Evil-Devil hat gesagt.:
			
		

> @J3D: Steht nicht irgendwo in der offiziellen Beschreibung von J3D das J3D ein Scenegraph ist? Meine das so gelesen zu haben.



Da muss ich was durcheinander gebracht haben. Sorry. 

@egrath

Naja, was ist wohl der Hauptabsatzmarkt im 3D Bereich der einem Einfällt wenn man vorm PC sitzt: Spiele ...
Aber mit 3D kann man ja nicht nur spielen. Das Fraunhofer Institut in Karlsruhe (durfte ich mal von innen sehen  ), machtsehr viel auf dem 3D-Gebiet. Und die haben auch Szenengraphen etc. Eben alles was man auch für ein 3D-Spiel so braucht um einen gewissen Realismus zu erzeugen.


----------



## Quaxli (11. Jul 2007)

Dann gebe ich auch noch mal meine Senf dazu, damit die Entscheidung noch etwas schwieriger wird:



> Nimm Jpct, das ist sehr einsteigerfreundlich(Schau mal hier: http://www.java-forum.org/de/topic46139_jpct-3d-spiele-programmierung-tutorial.html)
> Java 3D wird nicht mehr weiter entwicket



Dem stimme ich prinzipiell zu, da ich schon eine Weile mit Java und 3D rumexperimentiere. ABER: Was mich doch ein wenig stört ist, daß auf der Homepage von JPCT kein Einsteigertutorial enthalten ist (zumindest habe ich es trotz intensiver Suche nicht gefunden). Ich habe mir mein erstes Programm mühevoll über die beiden Beispiele zusammengefrickelt und empfinde es schon als Nachteil, wenn kein Tutorial für Einsteiger vorhanden ist.


----------



## egrath (11. Jul 2007)

> Nimm Jpct, das ist sehr einsteigerfreundlich(Schau mal hier: http://www.java-forum.org/de/topic46139_jpct-3d-spiele-programmierung-tutorial.html)
> Java 3D wird nicht mehr weiter entwicket



Hallo,

also dass Java3D nicht mehr weiterentwickelt wird kann ich nicht nachvollziehen wenn man sich die CVS Logs des J3D Repositories ansieht. Sun selbst will in naher Zukunft JOGL als Unterbau für J3D implementieren (hab ich vor kurzen in einem Sun-Blog gelesen)

Grüsse, Egon


----------



## ice-breaker (12. Jul 2007)

egrath hat gesagt.:
			
		

> Hallo,
> 
> also dass Java3D nicht mehr weiterentwickelt wird kann ich nicht nachvollziehen wenn man sich die CVS Logs des J3D Repositories ansieht.

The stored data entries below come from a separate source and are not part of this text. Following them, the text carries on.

/// Which columns hold what, and how times become steps.
#[derive(Clone, Debug, PartialEq)]
pub struct CsvLayout {
    /// Name of the time column.
    pub time_column: String,
    /// Name of the id column.
    pub id_column: String,
    /// Names of the state columns, or `None` for `x,y` plus `z` when the header has it.
    pub state_columns: Option<Vec<String>>,
    /// Step size for decimal timestamps; `None` when times are integer step indices.
    pub time_step: Option<f64>,
    /// The field delimiter (a comma by default).
    pub delimiter: u8,
    /// The base distance the states are for, when known: each row's state is then checked
    /// with [`Distance::check_state`], and a value it cannot read (a box of negative width, a
    /// latitude beyond a pole) is an error naming the line and column.
    pub distance: Option<Distance>,
}

impl Default for CsvLayout {
    fn default() -> Self {
        CsvLayout {
            time_column: "time".into(),
            id_column: "id".into(),
            state_columns: None,
            time_step: None,
            delimiter: b',',
            distance: None,
        }
    }
}

/// A trajectory set read from a file, with the names of its state columns.
#[derive(Clone, Debug)]
pub struct TrajectoryFile {
    /// The file as the user named it.
    pub source: String,
    /// The state columns, in state order.
    pub state_columns: Vec<String>,
    /// The trajectories, in order of first appearance in the file.
    pub set: TrajectorySet,
}

impl TrajectoryFile {
    /// Checks that two files can be compared: the same state columns.
    ///
    /// # Errors
    /// A different number of state columns.
    pub fn check_comparable(&self, other: &TrajectoryFile) -> Result<()> {
        if self.state_columns.len() != other.state_columns.len() {
            return Err(Error::Mismatch(format!(
                "{} has {} state columns ({}) but {} has {} ({}); both files need the same state dimensions",
                self.source,
                self.state_columns.len(),
                self.state_columns.join(","),
                other.source,
                other.state_columns.len(),
                other.state_columns.join(","),
            )));
        }
        Ok(())
    }
}

/// Reads a CSV file, or standard input when `path` is `-`.
///
/// # Errors
/// The file cannot be opened or read, or its content is not valid (see [`read_csv`]).
pub fn read_csv_path(path: &str, layout: &CsvLayout) -> Result<TrajectoryFile> {
    if path == "-" {
        return read_csv(io::stdin().lock(), "<stdin>", layout);
    }
    check_file_name(path)?;
    let io_error = |error| Error::Io {
        source_name: path.to_string(),
        error,
    };
    let metadata = std::fs::metadata(path).map_err(io_error)?;
    if metadata.is_dir() {
        return Err(Error::input(
            Location::file(path),
            "is a directory, expected a CSV file",
        ));
    }
    let file = File::open(path).map_err(io_error)?;
    read_csv(io::BufReader::with_capacity(1 << 16, file), path, layout)
}

/// Refuses an empty file name (the operating system's message for it, ": No such file", names
/// nothing).
pub(crate) fn check_file_name(path: &str) -> Result<()> {
    if path.is_empty() {
        return Err(Error::Parameter(
            "an empty file name: give a CSV file, or - for standard input".into(),
        ));
    }
    Ok(())
}

pub(crate) struct Columns {
    pub(crate) time: usize,
    pub(crate) id: usize,
    pub(crate) state: Vec<usize>,
    pub(crate) names: Vec<String>,
    pub(crate) header_len: usize,
}

pub(crate) fn find_columns(
    header: &csv::ByteRecord,
    source: &str,
    layout: &CsvLayout,
) -> Result<Columns> {
    let names: Vec<String> = header
        .iter()
        .map(|field| String::from_utf8_lossy(field).trim().to_string())
        .collect();
    let not_utf8: Vec<String> = header
        .iter()
        .enumerate()
        .filter(|(_, field)| std::str::from_utf8(field).is_err())
        .map(|(position, _)| (position + 1).to_string())
        .collect();
    if names.is_empty() || (names.len() == 1 && names[0].is_empty()) {
        return Err(Error::input(
            Location::line(source, 1),
            format!(
                "no header row: the file is empty (expected a header naming the columns {:?} and {:?})",
                layout.time_column, layout.id_column
            ),
        ));
    }
    let find = |wanted: &str| names.iter().position(|name| name == wanted);
    let other_delimiter = [';', '\t', '|', ',']
        .into_iter()
        .find(|&c| names.len() == 1 && c != char::from(layout.delimiter) && names[0].contains(c));
    let missing = |wanted: &str| {
        if !looks_like_header(&names, other_delimiter.is_some()) {
            // Not a CSV header: its text is not quoted (an error must not print lines of
            // an arbitrary file).
            return Error::input(
                Location::line(source, 1),
                format!(
                    "the header has no column {wanted:?}, and the first line does not look like \
                     a CSV header ({}): is this a CSV file?",
                    if names.len() == 1 {
                        "one field".to_string()
                    } else {
                        format!("{} fields", names.len())
                    }
                ),
            );
        }
        let mut message = if names.len() == 1 {
            format!(
                "the header has no column {wanted:?} (it has one column, {:?})",
                names[0]
            )
        } else {
            let shown: Vec<_> = names
                .iter()
                .map(|name| crate::error::printable(name))
                .collect();
            format!(
                "the header has no column {wanted:?} (it has: {})",
                shown.join(", ")
            )
        };
        if let Some(other) = other_delimiter {
            message.push_str(&format!(
                "; the file seems to be delimited by {other:?}, not {:?}",
                char::from(layout.delimiter)
            ));
        }
        if !not_utf8.is_empty() {
            message.push_str(&format!(
                "; the name in column {} is not valid UTF-8",
                not_utf8.join(", ")
            ));
        }
        Error::input(Location::line(source, 1), message)
    };
    let time = find(&layout.time_column).ok_or_else(|| missing(&layout.time_column))?;
    let id = find(&layout.id_column).ok_or_else(|| missing(&layout.id_column))?;
    let state_names: Vec<String> = match &layout.state_columns {
        Some(columns) => columns.clone(),
        None => {
            let mut default = vec!["x".to_string(), "y".to_string()];
            if find("z").is_some() {
                default.push("z".to_string());
            }
            default
        }
    };
    let mut state = Vec::with_capacity(state_names.len());
    for name in &state_names {
        state.push(find(name).ok_or_else(|| missing(name))?);
    }
    let used = [layout.time_column.as_str(), layout.id_column.as_str()]
        .into_iter()
        .chain(state_names.iter().map(String::as_str));
    for wanted in used {
        if let Some(second) = names
            .iter()
            .enumerate()
            .filter(|(_, n)| *n == wanted)
            .nth(1)
        {
            return Err(Error::input(
                Location::line(source, 1).with_column(second.0 + 1, wanted),
                format!("the header names the column {wanted:?} twice"),
            ));
        }
    }
    Ok(Columns {
        time,
        id,
        state,
        names: state_names,
        header_len: names.len(),
    })
}

/// The longest header name quoted in a message; a longer one means the first line is not a
/// CSV header.
const MAX_QUOTED_NAME: usize = 64;

/// Whether a first line read as fields looks like a CSV header, so that its names may be
/// quoted in a message: several fields (or one holding another delimiter), none longer than
/// [`MAX_QUOTED_NAME`] characters, and at most one hidden or unreadable character per field
/// (a stray NUL or byte-order mark is shown escaped; binary data is not shown at all).
fn looks_like_header(names: &[String], other_delimiter: bool) -> bool {
    let odd = names
        .iter()
        .flat_map(|name| name.chars())
        .filter(|&c| {
            c == char::REPLACEMENT_CHARACTER || (c != '\t' && crate::error::is_hidden_char(c))
        })
        .count();
    (names.len() > 1 || other_delimiter)
        && names
            .iter()
            .all(|name| name.chars().count() <= MAX_QUOTED_NAME)
        && odd <= names.len()
}
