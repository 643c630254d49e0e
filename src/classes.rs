//! Object classes (cars, pedestrians, boats, cells ...): every point carries a class, matching
//! happens only within a class, and the results come per class and for all classes together.
//!
//! A class is attached to each point (each row of a CSV input). A trajectory whose points carry
//! several classes is cut into one piece per class, each keeping the trajectory's id
//! ([`PointClasses::split`]). Each class is then a scene of its own ([`class_scenes`]),
//! evaluated with [`evaluate`]; the results for all classes are the per-class values added up
//! ([`evaluate_by_class`]). That sum is trajectory GOSPA (and per-step GOSPA with alpha = 2) on
//! the pieces with a base distance that is infinite between classes, which is again a metric:
//! `specs/classes.md` gives the argument.

use indexmap::IndexMap;

use crate::assignment::audit::Audit;
use crate::distance::{root, Distance};
use crate::error::{Error, Result};
use crate::evaluate::{evaluate, Evaluation, Request};
use crate::per_step::{GospaParams, OccupiedSteps};
use crate::trajectory::{Trajectory, TrajectorySet, Window};
use crate::trajectory_metric::{
    Assignment, Certificate, ExactSummary, Progress, SolveStats, TrajectoryScore,
};

/// The class of every point of a set: the class names, and for each trajectory the index of
/// its points' classes in step order.
#[derive(Clone, Debug, Default, PartialEq, Eq)]
pub struct PointClasses {
    names: Vec<String>,
    points: Vec<Vec<u32>>,
}

impl PointClasses {
    /// Classes from their names and, for each trajectory, the index into `names` of each of
    /// its points' classes, in step order.
    ///
    /// # Errors
    /// An empty or repeated class name, or an index beyond `names`.
    pub fn new(names: Vec<String>, points: Vec<Vec<u32>>) -> Result<Self> {
        let mut seen = std::collections::HashSet::with_capacity(names.len());
        for name in &names {
            if name.is_empty() || !seen.insert(name.as_str()) {
                return Err(Error::Mismatch(format!(
                    "the class name {name:?} is empty or given twice"
                )));
            }
        }
        if let Some(bad) = points
            .iter()
            .flatten()
            .find(|&&k| k as usize >= names.len())
        {
            return Err(Error::Mismatch(format!(
                "a point has class number {bad}, but there are {} classes",
                names.len()
            )));
        }
        Ok(PointClasses { names, points })
    }

    /// The class names, in order of first appearance.
    pub fn names(&self) -> &[String] {
        &self.names
    }

    /// How many trajectories carry points of more than one class (each is cut into pieces by
    /// [`PointClasses::split`]).
    pub fn mixed(&self) -> usize {
        self.points
            .iter()
            .filter(|classes| classes.windows(2).any(|w| w[0] != w[1]))
            .count()
    }

    /// Splits `set` by class: for each class, in byte order of the names, the set of the
    /// pieces of `set` in that class (a trajectory's points of that class, under its id, in
    /// the order of `set`). A class with no point is left out. O(points).
    ///
    /// # Errors
    /// Classes that do not fit the set (another number of trajectories, or of points).
    ///
    /// # Example
    /// ```
    /// use switchyard::classes::PointClasses;
    /// use switchyard::trajectory::{Trajectory, TrajectorySet};
    ///
    /// let track = Trajectory::new("7", 1, vec![(1, vec![0.0]), (2, vec![0.0]), (3, vec![0.0])]);
    /// let set = TrajectorySet::new(1, vec![track.unwrap()]).unwrap();
    /// // Seen as a car at steps 1 and 3, as a van at step 2.
    /// let classes = PointClasses::new(vec!["car".into(), "van".into()], vec![vec![0, 1, 0]]);
    /// let pieces = classes.unwrap().split(&set).unwrap();
    /// assert_eq!(pieces[0].0, "car");
    /// assert_eq!(pieces[0].1.get(0).steps(), &[1, 3]);
    /// assert_eq!((pieces[1].0.as_str(), pieces[1].1.get(0).id()), ("van", "7"));
    /// ```
    pub fn split(&self, set: &TrajectorySet) -> Result<Vec<(String, TrajectorySet)>> {
        if self.points.len() != set.len()
            || self
                .points
                .iter()
                .zip(set.trajectories())
                .any(|(classes, trajectory)| classes.len() != trajectory.len())
        {
            return Err(Error::Mismatch(
                "the classes do not fit the set: another number of trajectories or points".into(),
            ));
        }
        let dim = set.dim();
        let mut order: Vec<usize> = (0..self.names.len()).collect();
        order.sort_by(|&a, &b| self.names[a].cmp(&self.names[b]));
        let mut pieces: Vec<Vec<Trajectory>> = vec![Vec::new(); self.names.len()];
        for (trajectory, classes) in set.trajectories().iter().zip(&self.points) {
            let mut parts: IndexMap<u32, (Vec<i64>, Vec<f64>)> = IndexMap::new();
            for (point, &class) in classes.iter().enumerate() {
                let (steps, states) = parts.entry(class).or_default();
                steps.push(trajectory.steps()[point]);
                states.extend_from_slice(trajectory.state(point));
            }
            for (class, (steps, states)) in parts {
                pieces[class as usize].push(Trajectory::from_checked_parts(
                    trajectory.id().to_string(),
                    dim,
                    steps,
                    states,
                ));
            }
        }
        let mut pieces: Vec<Option<Vec<Trajectory>>> = pieces.into_iter().map(Some).collect();
        order
            .into_iter()
            .filter_map(|class| {
                let trajectories = pieces[class].take().unwrap_or_default();
                (!trajectories.is_empty()).then(|| {
                    TrajectorySet::new(dim, trajectories)
                        .map(|set| (self.names[class].clone(), set))
                })
            })
            .collect()
    }
}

Sun selbst will in naher Zukunft JOGL als Unterbau für J3D implementieren (hab ich vor kurzen in einem Sun-Blog gelesen)
> 
> Grüsse, Egon



*gg*
das sagen sie schon lange, genauso wie schon seit Langem an JMF weitergearbeitet werden sollte


----------



## Xams (15. Jul 2007)

Quaxli hat gesagt.:
			
		

> Dann gebe ich auch noch mal meine Senf dazu, damit die Entscheidung noch etwas schwieriger wird:
> 
> 
> 
> ...


Gut da muss ich dir recht geben, andererseits hat man hierdirekten KOnntakt zum Entwickler und kann demm genug Fragen stellen, desweiteren sind die Klassen sehr gut dokumentiert. Ausserdem scheib ich gerade am Tutorial (siehe Post oben)
MFG


----------



## Quaxli (16. Jul 2007)

Ich will aber nicht wegen jeder kurzen Frage dem Entwickler 'ne Message schicken müssen. Und ein Tutorial gehört zu einer guten Lib/Engine einfach dazu. Dein Tutorial ist halt leider auch noch nicht fertig und wird, wie es aussieht, wohl noch etwas dauern (nicht böse gemeint).
Ich hab' schon 'ne Stunde rumgedocktert, bis ich mein Anfangsprogramm, daß Du jetzt verwendest hingefpriemelt hatte. Imho fängt ein gutes Tutorial aber gleich mal mit dem bekannten "Hello World" oder ähnlichem an, damit der geneigte Anwender mal ein Erfolgserlebnis hat. Zu jeder besseren 3d-Engine gibt es ausführliches Tutorial um dem Einsteiger die Anwendung zu erleichtern. Bei JPCT fehlt das halt leider noch. Was ich sehr schade finde, da sie mir sehr gut gefällt.


----------



## Evil-Devil (16. Jul 2007)

Eine Engine/Lib kommt eigentlich immer nur mit einer Doku daher. MAn sollte schon erwarten können das der Programmierer der die Lib/Engine nutzen will eine DOku lesen kann.


----------



## Quaxli (16. Jul 2007)

Definiere Doku.
Wenn Du Doku mit API gleichsetzt, muß ich Dir widersprechen. Gerade bei komplexen Engines im 3D-Bereich.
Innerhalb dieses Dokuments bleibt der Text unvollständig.